## Exercise description
Once the line with "two finite numbers" is found in the entries below, repeat it and each following line exactly, up to and including the line with "(-u_y, part.to_low(bolt.x, bolt.y), bolt.across". Add no other lines.

## Provided records
************

"""Bolts that share a force in their plane: each one's share by statics, and what it tears out.

x runs along the force towards the body of the part, y across it, as in `parts`. A share is the
force on a bolt as a fraction of the whole force, positive along +x and +y; the bolt presses on the
part the other way. Moments are positive from x towards y. Lengths in mm.
"""

from __future__ import annotations

import math
from collections.abc import Callable, Iterable, Mapping, Sequence
from dataclasses import dataclass
from typing import TypeVar

from tensionlib.errors import InputError
from tensionlib.joints.parts import Opening, Part

T = TypeVar("T")

_SAME_LINE = 1e-6  # mm: a force this near the centroid acts through it
_TIE = 1e-9  # relative: what rounding alone may put between two equal values


@dataclass(frozen=True, slots=True)
class Share:
    """Force on one bolt: x and y from the group's centroid in mm, along and across the force as
    fractions of the whole force."""

    mark: str
    x: float
    y: float
    along: float
    across: float

    @property
    def size(self) -> float:
        """Resultant as a fraction of the whole force."""
        return math.hypot(self.along, self.across)


@dataclass(frozen=True)
class BoltGroup:
    """Shares of a group of bolts, in the order the bolts came.

    `x_c` and `y_c` are the centroid in the part's axes (mm), `I_p` the sum of the squared
    distances from it (mm²), `e` the moment of a unit force about it: the centroid's y less that
    of the force's line (mm), positive where the force passes on the low side of the centroid.
    """

    shares: tuple[Share, ...]
    x_c: float
    y_c: float
    I_p: float
    e: float


def elastic_shares(bolts: Sequence[Opening], line_y: float | None) -> BoltGroup:
    """Shares of a unit force along +x on the line y = `line_y`, by elastic vectors.

    Equal bolts in rigid plates: along = 1/n - e·y/I_p and across = e·x/I_p, x and y from the
    centroid. With `line_y` None the force acts through the centroid and the shares are equal.
    Openings without a bolt take no part. Statics.

    Raises
    ------
    InputError
        For no bolt, a line that is no finite number, or one bolt off the force's line, which
        cannot carry the moment.
    """
    standing = [b for b in bolts if b.bolt]
    if not standing:
        raise InputError("bolts: none stands in the holes given; at least one is due")
    if line_y is not None and not math.isfinite(line_y):
        raise InputError(f"line_y: got {line_y!r}; a finite number of mm, or None, is due")
    n = len(standing)
    x_c = math.fsum(b.x for b in standing) / n
    y_c = math.fsum(b.y for b in standing) / n
    places = [(b.mark, b.x - x_c, b.y - y_c) for b in standing]
    I_p = math.fsum(x * x + y * y for _, x, y in places)
    e = 0.0 if line_y is None else y_c - line_y
    if abs(e) <= _SAME_LINE:
        e = 0.0
    elif n == 1:
        raise InputError(
            f"bolt {standing[0].mark!r} at y = {y_c:g} mm: one bolt carries no moment and the force"
            f" acts at y = {line_y:g} mm; put it on that line, or give two bolts or more"
        )
    elif I_p == 0.0:
        raise InputError(
            f"bolts: all {n} stand at ({x_c:g}, {y_c:g}) mm; bolts apart from each other are due to"
            " carry a moment"
        )
    turn = e / I_p if e else 0.0
    shares = tuple(Share(mark, x, y, 1.0 / n - turn * y, turn * x) for mark, x, y in places)
    return BoltGroup(shares, x_c, y_c, I_p, e)


def mark_order(mark: str) -> tuple[int, str]:
    """Order of marks in which "2" comes before "10"."""
    return len(mark), mark


def first_of_greatest(items: Iterable[T], value: Callable[[T], float]) -> T:
    """The first item whose value is the greatest; values apart by rounding alone count as equal."""
    rated = [(value(item), item) for item in items]
    least = max(rate for rate, _ in rated) * (1.0 - _TIE)
    return next(item for rate, item in rated if rate >= least)


def most_loaded(group: BoltGroup) -> Share:
    """The bolt with the greatest force; of equals, the one that comes first by its mark."""
    return first_of_greatest(_by_mark(group), lambda share: share.size)


def worst_tear_out(group: BoltGroup, a_e: Mapping[str, float]) -> Share:
    """The bolt with the greatest force for its `a_e`, the length that tears out ahead of it (mm,
    by mark; infinite where nothing does); of equals, the one that comes first by its mark.

    Raises
    ------
    InputError
        For a bolt without a positive a_e.
    """
    for share in group.shares:
        length = a_e.get(share.mark)
        if length is None or not length > 0.0:
            raise InputError(
                f"a_e: {length!r} for bolt {share.mark!r}; a length above 0 mm is due for each bolt"
            )
    return first_of_greatest(_by_mark(group), lambda share: share.size / a_e[share.mark])


def _by_mark(group: BoltGroup) -> list[Share]:
    return sorted(group.shares, key=lambda share: mark_order(share.mark))


# Clear distance ---------------------------------------------------------------------------


def clear_distance(
    part: Part,
    holes: Sequence[Opening],
    bolt: Opening,
    *,
    direction: tuple[float, float] = (-1.0, 0.0),
) -> float:
    """Material ahead of a bolt: from the edge of its hole to the next hole or free edge, mm.

    `direction` is the way the bolt presses on the part, of any length but zero's; towards the
    free end unless given. The distance is the least on any line along `direction` that leaves the
    bolt's hole: how far the hole could be moved that way before it touches another hole, with a
    bolt or without, or a free edge. In line along the force it is the centre distance less half of
    both holes, or the end distance less half the hole. A slot counts with its round ends.
    Infinite where nothing is met, and for a direction of (0, 0): a bolt that presses nowhere.
    Geometry; no clause says how far aside a hole may lie to count, so every touched one does.

    Raises
    ------
    InputError
        For a direction that is not finite, and a hole that overlaps the bolt's or an edge.
    """
    size = math.hypot(*direction)
    if not math.isfinite(size):
        raise InputError(f"direction: got {direction!r}; two finite numbers are due")
    if size == 0.0:
        return math.inf
    u_x, u_y = direction[0] / size, direction[1] / size
    found = [math.inf]
    for toward, distance, half, name in (
        (-u_x, part.to_end(bolt.x, bolt.y), bolt.along / 2, "end"),
        (-u_y, part.to_low(bolt.x, bolt.y), bolt.across / 2, "low edge"),
        (u_y, part.to_high(bolt.x, bolt.y), bolt.across / 2, "high edge"),
    ):
        if distance < half:
            raise InputError(
                f"hole {bolt.mark!r}: its centre is {distance:g} mm from the {name};"
                f" at least {half:g} mm, half the hole, is due"
            )
        if toward > 0.0:
            found.append((distance - half) / toward)
    for hole in holes:
        if hole.mark != bolt.mark:
            found.append(_travel(bolt, hole, u_x, u_y))
    return min(found)


def _travel(bolt: Opening, hole: Opening, u_x: float, u_y: float) -> float:
    """How far one hole moves along (u_x, u_y) until it touches the other.

    As a point moving against both shapes added up: two slots with round ends make a rectangle
    with rounded corners, two round holes a circle.
    """
    r_1, r_2 = min(bolt.along, bolt.across) / 2, min(hole.along, hole.across) / 2
    r = r_1 + r_2
    core_x = (bolt.along + hole.along) / 2 - r
    core_y = (bolt.across + hole.across) / 2 - r
    x, y = hole.x - bolt.x, hole.y - bolt.y
    beyond_x, beyond_y = max(abs(x) - core_x, 0.0), max(abs(y) - core_y, 0.0)
    if math.hypot(beyond_x, beyond_y) < r * (1.0 - _TIE):
        raise InputError(f"holes {bolt.mark!r} and {hole.mark!r} overlap; move one of them")
    found = [
        _to_box(x, y, core_x + r, core_y, u_x, u_y),
        _to_box(x, y, core_x, core_y + r, u_x, u_y),
    ]
    for c_x in (x - core_x, x + core_x):
        for c_y in (y - core_y, y + core_y):
            found.append(_to_circle(c_x, c_y, r, u_x, u_y))
    return max(min(found), 0.0)


def _to_circle(x: float, y: float, r: float, u_x: float, u_y: float) -> float:
    """From the origin along (u_x, u_y) to a circle about (x, y), infinite where it is missed."""
    ahead, aside = x * u_x + y * u_y, x * u_y - y * u_x
    if ahead <= 0.0 or abs(aside) >= r:
        return math.inf
    return ahead - math.sqrt(r * r - aside * aside)


def _to_box(x: float, y: float, half_x: float, half_y: float, u_x: float, u_y: float) -> float:
    """From the origin along (u_x, u_y) to a box about (x, y), infinite where it is missed."""
    enter, leave = 0.0, math.inf
    for middle, half, u in ((x, half_x, u_x), (y, half_y, u_y)):
        if u == 0.0:
            if abs(middle) >= half:
                return math.inf
            continue
        near, far = sorted(((middle - half) / u, (middle + half) / u))
        enter, leave = max(enter, near), min(leave, far)
    return enter if enter < leave else math.inf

************

## Solution for this problem
        raise InputError(f"direction: got {direction!r}; two finite numbers are due")
    if size == 0.0:
        return math.inf
    u_x, u_y = direction[0] / size, direction[1] / size
    found = [math.inf]
    for toward, distance, half, name in (
        (-u_x, part.to_end(bolt.x, bolt.y), bolt.along / 2, "end"),
        (-u_y, part.to_low(bolt.x, bolt.y), bolt.across / 2, "low edge"),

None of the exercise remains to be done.